Freedom è una serie di vignette, istantanee della psiche di McMahon. Vagano attraverso paesaggi sonori spaziosi di una profondità apparentemente illimitata. In alcuni punti, Freedom sembra un disco da ballo dalle vibrazioni facili; in altri, è un indie-rock brillante, guidato dalla chitarra, o un country macabro e doloroso. È un disco di moltitudini, riflette il rompicapo che McMahon ha fatto per capire se stesso.

"Sono ossessionato da un milione di identità diverse," ammette. "Le canzoni parlano della mia famiglia e dei ragazzi con cui sono cresciuto. Stavo per scrivere queste canzoni su, 'Sono un ebreo irlandese e sono un vergine e sono un musicista underground, non sono un musicista pop... Sono un uomo, sono un uomo macho, sono un uomo sensibile.' Queste sono tutte cose di cui siamo molto ossessionati." Freedom è il processo di McMahon di sganciarsi da queste identità. "Attraverso la mia pratica personale, ho cercato di connettermi con qualunque cosa esistesse prima e quello che esisterà dopo queste piccole identità superficiali a cui tengo."

McMahon spiega che il disco tratta del suo passato presto e spesso; la seconda traccia, "Blue Rose," riguarda suo padre.

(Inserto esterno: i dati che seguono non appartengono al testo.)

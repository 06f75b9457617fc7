"""Gates over fixings: leaps, days to come, days without trading, names nobody knows. Used, but reported."""

from __future__ import annotations

import math
from collections.abc import Iterator, Mapping
from datetime import date
from itertools import pairwise

from pricer.contracts.fixings import Fixings
from pricer.core.issues import Issue
from pricer.market.calendars import is_business_day
from pricer.market.findings import Locate, did_you_mean, nowhere, percent, warning
from pricer.market.underlying import Underlying

#: A fixing that moved from the one before by more than this (as a logarithm, per root of a calendar day) is reported.
PLAUSIBLE_MOVE = 0.35
#: The same for exchange rates; a pair entered the wrong way round is found by it unless it is near 1.
PLAUSIBLE_RATE_MOVE = 0.10
#: However long ago the one before was, so is one that moved by more than this factor.
PLAUSIBLE_FACTOR = 3.0


def fixing_gates(
    fixings: Fixings,
    underlyings: Mapping[str, Underlying],
    rates: Mapping[str, float],
    valuation_date: date,
    place: Locate = nowhere,
) -> Iterator[Issue]:
    """Warnings of all fixings; ``rates`` are tonight's exchange rates by pair.

    ``place`` gives the cell of "fixings:NAME:YYYY-MM-DD", or None.
    """
    for name, levels in sorted(fixings.levels.items()):
        underlying = underlyings.get(name)
        spot = underlying.spot if underlying is not None else rates.get(name)
        inverse = rates.get(name[3:] + name[:3]) if spot is None and len(name) == 6 else None
        spot = 1.0 / inverse if inverse else spot
        if spot is None:
            yield _unknown(name, min(levels), (*underlyings, *rates), place)
        yield from _later(name, levels, valuation_date, place)
        if underlying is not None:
            yield from _closed(underlying, levels, place)
        move = PLAUSIBLE_RATE_MOVE if underlying is None and spot is not None else PLAUSIBLE_MOVE
        yield from _leaps(name, levels, spot, move, valuation_date, place)


def _unknown(name: str, first: date, known: tuple[str, ...], place: Locate) -> Issue:
    return warning(
        place(f"fixings:{name}:{first}"),
        "fixings-of-unknown",
        f'fixings of "{name}"',
        "the id of an underlying, or a currency pair, of the market",
        f"{did_you_mean(name, known)}They are not used unless a trade names them so.",
    )


def _later(name: str, levels: Mapping[date, float], valuation_date: date, place: Locate) -> Iterator[Issue]:
    later = sorted(day for day in levels if day > valuation_date)
    if later:
        yield warning(
            place(f"fixings:{name}:{later[0]}"),
            "fixing-of-a-later-day",
            f"a fixing of {name} on {later[0]}, after the valuation date {valuation_date}",
            "fixings up to the valuation date",
            "Later ones are left out; correct the day if it is wrong.",
        )


def _closed(underlying: Underlying, levels: Mapping[date, float], place: Locate) -> Iterator[Issue]:
    name = underlying.underlying_id
    for day in sorted(levels):
        if not is_business_day(underlying.calendar, day):
            yield warning(
                place(f"fixings:{name}:{day}"),
                "fixing-on-holiday",
                f"a fixing of {name} on {day}, not a business day of calendar {underlying.calendar}",
                "fixings of trading days",
                "It is used if a trade observes that day; correct the day if it is wrong.",
            )


def _leaps(
    name: str, levels: Mapping[date, float], spot: float | None, move: float, valuation_date: date, place: Locate
) -> Iterator[Issue]:
    known = sorted((day, level) for day, level in levels.items() if day <= valuation_date)
    if spot is not None and known:
        known.append((valuation_date, spot))
    for i, ((before, first), (day, second)) in enumerate(pairwise(known)):
        limit = min(move * math.sqrt(max((day - before).days, 1)), math.log(PLAUSIBLE_FACTOR))
        if abs(math.log(second / first)) > limit:
            is_spot = spot is not None and i == len(known) - 2
            what = f"tonight's price {second:g} of {name}" if is_spot else f"a fixing {second:g} of {name} on {day}"
            yield warning(
                place(f"fixings:{name}:{before if is_spot else day}"),
                "fixing-leaps",
                f"{what}, {percent(second / first - 1.0, 1)} from the fixing {first:g} of {before}",
                f"at most {percent(math.exp(limit) - 1.0)} up or {percent(1.0 - math.exp(-limit))} down in that time",
                "Check unit, day and currency, and whether a split or the like asks for adjusted fixings.",
            )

Sua madre, che McMahon descrive come una "badass... tipo Lemmy o qualcosa del genere," è stata diagnosticata con una malattia terminale quando McMahon ha iniziato a lavorare su Freedom. (Il brano finale dell'album "Believe" riguarda questo trauma.) Le relazioni familiari spesso sono le basi della costruzione dell'identità, ma sono anche complesse. "Come posso dire questo in modo diplomatico," sospira. "Diciamo solo che sono cresciuto in una casa un po' insicura. Le persone non seguivano davvero le regole." La malattia di sua madre ha spinto alla riflessione. "Quando si è ammalata, ho avuto una sorta di resa dei conti con tutto ciò."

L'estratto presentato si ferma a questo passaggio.